EXERCISE DIRECTIONS
Only the lines below starting at the one that contains "at their means." and ending at the one that contains "let picked = |x: &[f64]|" are to be reproduced, exactly and with both ends kept.

Collected data entries
+ + + + +
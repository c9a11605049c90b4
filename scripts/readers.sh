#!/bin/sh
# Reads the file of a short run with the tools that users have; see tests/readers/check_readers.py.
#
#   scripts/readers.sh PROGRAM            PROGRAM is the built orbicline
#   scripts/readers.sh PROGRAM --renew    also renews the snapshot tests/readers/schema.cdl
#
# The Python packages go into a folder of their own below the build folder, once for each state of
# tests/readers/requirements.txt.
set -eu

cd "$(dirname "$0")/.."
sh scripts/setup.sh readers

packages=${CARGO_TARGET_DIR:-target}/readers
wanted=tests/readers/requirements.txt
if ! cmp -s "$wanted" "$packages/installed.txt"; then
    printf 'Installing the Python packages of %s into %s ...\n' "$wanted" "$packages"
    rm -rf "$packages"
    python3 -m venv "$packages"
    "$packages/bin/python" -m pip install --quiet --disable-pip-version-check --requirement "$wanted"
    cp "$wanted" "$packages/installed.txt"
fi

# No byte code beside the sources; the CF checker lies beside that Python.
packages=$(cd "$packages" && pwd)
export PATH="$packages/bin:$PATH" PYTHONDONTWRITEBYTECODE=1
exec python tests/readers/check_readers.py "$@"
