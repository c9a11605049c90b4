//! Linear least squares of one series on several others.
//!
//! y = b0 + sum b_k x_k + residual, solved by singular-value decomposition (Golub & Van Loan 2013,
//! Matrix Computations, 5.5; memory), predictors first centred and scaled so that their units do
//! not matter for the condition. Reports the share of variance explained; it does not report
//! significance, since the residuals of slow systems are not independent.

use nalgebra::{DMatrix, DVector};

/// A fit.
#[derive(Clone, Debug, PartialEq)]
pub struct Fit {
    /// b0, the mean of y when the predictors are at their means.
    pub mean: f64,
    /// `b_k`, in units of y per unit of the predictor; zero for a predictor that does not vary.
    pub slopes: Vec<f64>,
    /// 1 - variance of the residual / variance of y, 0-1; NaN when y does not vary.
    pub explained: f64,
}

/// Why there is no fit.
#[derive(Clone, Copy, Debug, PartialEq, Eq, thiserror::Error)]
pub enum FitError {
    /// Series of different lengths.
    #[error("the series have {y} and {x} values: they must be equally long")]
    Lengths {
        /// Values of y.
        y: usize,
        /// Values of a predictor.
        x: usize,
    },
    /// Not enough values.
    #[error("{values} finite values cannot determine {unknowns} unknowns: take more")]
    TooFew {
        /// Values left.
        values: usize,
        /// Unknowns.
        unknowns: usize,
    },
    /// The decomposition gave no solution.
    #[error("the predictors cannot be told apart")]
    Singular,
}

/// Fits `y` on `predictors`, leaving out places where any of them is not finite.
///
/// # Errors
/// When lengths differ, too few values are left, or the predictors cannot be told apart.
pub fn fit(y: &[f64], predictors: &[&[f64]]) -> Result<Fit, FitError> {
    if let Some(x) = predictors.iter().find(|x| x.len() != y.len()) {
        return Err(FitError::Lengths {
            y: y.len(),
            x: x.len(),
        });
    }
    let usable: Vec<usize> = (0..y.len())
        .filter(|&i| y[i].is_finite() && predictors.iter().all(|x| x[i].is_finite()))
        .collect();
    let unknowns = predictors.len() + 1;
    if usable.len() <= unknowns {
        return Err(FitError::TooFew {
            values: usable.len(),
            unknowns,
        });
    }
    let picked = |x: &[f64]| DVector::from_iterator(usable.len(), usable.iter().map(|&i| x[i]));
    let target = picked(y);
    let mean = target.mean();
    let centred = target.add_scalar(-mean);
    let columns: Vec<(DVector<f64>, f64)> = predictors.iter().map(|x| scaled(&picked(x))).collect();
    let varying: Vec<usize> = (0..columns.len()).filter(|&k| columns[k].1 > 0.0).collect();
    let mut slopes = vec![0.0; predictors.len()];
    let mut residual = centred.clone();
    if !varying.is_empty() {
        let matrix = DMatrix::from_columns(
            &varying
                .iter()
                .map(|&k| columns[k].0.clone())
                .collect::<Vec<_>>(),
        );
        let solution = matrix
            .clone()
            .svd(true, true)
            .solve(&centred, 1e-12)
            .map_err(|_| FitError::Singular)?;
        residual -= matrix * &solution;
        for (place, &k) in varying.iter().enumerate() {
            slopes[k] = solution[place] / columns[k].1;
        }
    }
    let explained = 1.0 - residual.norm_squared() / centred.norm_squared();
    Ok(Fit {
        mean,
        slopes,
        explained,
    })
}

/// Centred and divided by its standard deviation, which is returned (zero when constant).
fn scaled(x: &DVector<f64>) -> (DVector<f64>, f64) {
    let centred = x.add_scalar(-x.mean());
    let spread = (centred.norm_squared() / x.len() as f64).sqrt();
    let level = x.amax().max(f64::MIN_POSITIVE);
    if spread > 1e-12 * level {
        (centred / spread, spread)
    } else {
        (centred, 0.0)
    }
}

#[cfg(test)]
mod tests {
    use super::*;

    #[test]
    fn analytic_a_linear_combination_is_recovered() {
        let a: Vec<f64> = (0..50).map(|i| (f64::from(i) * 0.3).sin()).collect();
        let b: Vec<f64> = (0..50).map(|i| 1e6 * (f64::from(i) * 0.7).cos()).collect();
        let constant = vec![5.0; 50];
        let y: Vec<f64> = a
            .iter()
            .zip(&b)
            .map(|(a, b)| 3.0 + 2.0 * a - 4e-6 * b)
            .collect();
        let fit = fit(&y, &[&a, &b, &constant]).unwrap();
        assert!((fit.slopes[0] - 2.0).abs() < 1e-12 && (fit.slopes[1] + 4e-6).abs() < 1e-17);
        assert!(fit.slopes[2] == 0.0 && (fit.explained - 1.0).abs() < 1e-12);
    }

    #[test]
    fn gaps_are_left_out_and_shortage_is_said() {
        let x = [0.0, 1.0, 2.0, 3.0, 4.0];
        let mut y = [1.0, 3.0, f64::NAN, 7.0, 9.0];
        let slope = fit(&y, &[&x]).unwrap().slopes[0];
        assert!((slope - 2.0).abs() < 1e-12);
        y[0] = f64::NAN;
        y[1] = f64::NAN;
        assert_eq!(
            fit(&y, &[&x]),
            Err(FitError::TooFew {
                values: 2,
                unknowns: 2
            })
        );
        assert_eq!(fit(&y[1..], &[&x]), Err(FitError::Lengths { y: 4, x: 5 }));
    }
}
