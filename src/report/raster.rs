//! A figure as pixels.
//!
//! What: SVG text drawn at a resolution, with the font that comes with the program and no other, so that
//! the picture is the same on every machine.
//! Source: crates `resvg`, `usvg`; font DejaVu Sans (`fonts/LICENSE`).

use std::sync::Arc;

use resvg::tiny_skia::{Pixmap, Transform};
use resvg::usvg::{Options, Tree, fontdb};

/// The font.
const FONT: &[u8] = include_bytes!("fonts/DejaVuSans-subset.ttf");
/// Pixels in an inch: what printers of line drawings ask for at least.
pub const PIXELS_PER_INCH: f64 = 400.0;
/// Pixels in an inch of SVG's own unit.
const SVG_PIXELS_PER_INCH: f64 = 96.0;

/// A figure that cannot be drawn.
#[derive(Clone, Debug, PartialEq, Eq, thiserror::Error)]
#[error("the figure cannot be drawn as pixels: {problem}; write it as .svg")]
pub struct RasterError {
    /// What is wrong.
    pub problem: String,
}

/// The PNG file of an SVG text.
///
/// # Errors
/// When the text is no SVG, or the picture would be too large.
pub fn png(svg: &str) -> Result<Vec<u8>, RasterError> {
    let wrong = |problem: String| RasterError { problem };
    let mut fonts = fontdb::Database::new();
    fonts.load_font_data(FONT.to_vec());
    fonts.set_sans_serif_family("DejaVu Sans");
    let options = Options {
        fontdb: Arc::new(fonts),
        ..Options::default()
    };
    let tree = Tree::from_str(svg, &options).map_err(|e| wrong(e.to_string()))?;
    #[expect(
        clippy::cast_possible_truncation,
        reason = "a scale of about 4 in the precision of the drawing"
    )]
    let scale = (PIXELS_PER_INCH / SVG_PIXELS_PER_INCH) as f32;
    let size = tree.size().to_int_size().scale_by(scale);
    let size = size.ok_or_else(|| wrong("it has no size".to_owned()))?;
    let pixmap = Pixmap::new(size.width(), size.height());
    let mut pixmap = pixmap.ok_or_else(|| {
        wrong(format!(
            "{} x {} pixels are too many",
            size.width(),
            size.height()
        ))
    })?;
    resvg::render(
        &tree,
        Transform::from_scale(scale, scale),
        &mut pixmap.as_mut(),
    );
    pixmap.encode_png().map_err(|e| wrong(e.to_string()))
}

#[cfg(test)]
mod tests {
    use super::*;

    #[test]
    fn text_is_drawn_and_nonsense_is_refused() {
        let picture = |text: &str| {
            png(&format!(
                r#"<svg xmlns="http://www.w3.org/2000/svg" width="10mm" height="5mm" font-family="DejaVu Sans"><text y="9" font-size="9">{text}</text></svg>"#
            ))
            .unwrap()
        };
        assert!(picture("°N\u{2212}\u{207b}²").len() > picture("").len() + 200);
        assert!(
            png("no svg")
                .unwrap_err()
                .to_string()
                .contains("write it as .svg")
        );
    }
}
+ + + + +
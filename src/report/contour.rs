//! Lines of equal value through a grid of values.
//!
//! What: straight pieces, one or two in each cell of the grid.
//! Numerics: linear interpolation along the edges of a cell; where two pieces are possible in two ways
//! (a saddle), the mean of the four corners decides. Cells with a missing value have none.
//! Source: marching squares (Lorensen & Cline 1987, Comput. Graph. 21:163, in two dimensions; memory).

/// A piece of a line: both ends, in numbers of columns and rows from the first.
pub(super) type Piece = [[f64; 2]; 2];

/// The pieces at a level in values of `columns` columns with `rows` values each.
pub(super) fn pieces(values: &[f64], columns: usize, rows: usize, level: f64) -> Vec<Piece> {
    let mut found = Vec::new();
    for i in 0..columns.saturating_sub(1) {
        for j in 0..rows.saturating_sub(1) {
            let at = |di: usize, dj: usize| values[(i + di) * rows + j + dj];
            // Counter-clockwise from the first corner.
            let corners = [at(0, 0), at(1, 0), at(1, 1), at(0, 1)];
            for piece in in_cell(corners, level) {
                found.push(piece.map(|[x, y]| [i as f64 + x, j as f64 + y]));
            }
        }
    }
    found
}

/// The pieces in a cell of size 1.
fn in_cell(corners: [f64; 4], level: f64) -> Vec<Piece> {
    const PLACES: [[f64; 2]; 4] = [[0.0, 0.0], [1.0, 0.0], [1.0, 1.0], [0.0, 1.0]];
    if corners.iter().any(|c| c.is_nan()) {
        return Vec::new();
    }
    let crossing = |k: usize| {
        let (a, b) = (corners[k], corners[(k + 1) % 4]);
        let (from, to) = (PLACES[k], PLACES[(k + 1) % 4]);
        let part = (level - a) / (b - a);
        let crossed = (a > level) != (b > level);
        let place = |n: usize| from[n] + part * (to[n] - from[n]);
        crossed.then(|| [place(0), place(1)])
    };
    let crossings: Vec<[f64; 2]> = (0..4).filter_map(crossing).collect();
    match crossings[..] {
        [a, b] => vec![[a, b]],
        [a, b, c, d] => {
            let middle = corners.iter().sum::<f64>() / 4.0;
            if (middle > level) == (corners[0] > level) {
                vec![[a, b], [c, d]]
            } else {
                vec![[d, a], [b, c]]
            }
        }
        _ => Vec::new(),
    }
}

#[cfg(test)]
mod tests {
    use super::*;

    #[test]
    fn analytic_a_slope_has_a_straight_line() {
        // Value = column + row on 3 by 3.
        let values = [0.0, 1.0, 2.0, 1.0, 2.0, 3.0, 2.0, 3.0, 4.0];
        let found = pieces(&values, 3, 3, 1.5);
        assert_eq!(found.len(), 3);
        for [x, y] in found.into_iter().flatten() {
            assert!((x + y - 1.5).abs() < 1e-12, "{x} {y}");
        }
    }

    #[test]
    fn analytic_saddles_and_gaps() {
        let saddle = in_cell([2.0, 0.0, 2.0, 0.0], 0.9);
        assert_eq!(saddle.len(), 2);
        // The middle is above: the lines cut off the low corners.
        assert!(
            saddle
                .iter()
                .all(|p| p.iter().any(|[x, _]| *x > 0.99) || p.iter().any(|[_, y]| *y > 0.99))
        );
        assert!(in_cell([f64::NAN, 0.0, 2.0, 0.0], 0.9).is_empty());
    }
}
+ + + + +
PROBLEM SOLUTION
    /// b0, the mean of y when the predictors are at their means.
    pub mean: f64,
    /// `b_k`, in units of y per unit of the predictor; zero for a predictor that does not vary.
    pub slopes: Vec<f64>,
    /// 1 - variance of the residual / variance of y, 0-1; NaN when y does not vary.
    pub explained: f64,
}

/// Why there is no fit.
#[derive(Clone, Copy, Debug, PartialEq, Eq, thiserror::Error)]
pub enum FitError {
    /// Series of different lengths.
    #[error("the series have {y} and {x} values: they must be equally long")]
    Lengths {
        /// Values of y.
        y: usize,
        /// Values of a predictor.
        x: usize,
    },
    /// Not enough values.
    #[error("{values} finite values cannot determine {unknowns} unknowns: take more")]
    TooFew {
        /// Values left.
        values: usize,
        /// Unknowns.
        unknowns: usize,
    },
    /// The decomposition gave no solution.
    #[error("the predictors cannot be told apart")]
    Singular,
}

/// Fits `y` on `predictors`, leaving out places where any of them is not finite.
///
/// # Errors
/// When lengths differ, too few values are left, or the predictors cannot be told apart.
pub fn fit(y: &[f64], predictors: &[&[f64]]) -> Result<Fit, FitError> {
    if let Some(x) = predictors.iter().find(|x| x.len() != y.len()) {
        return Err(FitError::Lengths {
            y: y.len(),
            x: x.len(),
        });
    }
    let usable: Vec<usize> = (0..y.len())
        .filter(|&i| y[i].is_finite() && predictors.iter().all(|x| x[i].is_finite()))
        .collect();
    let unknowns = predictors.len() + 1;
    if usable.len() <= unknowns {
        return Err(FitError::TooFew {
            values: usable.len(),
            unknowns,
        });
    }
    let picked = |x: &[f64]| DVector::from_iterator(usable.len(), usable.iter().map(|&i| x[i]));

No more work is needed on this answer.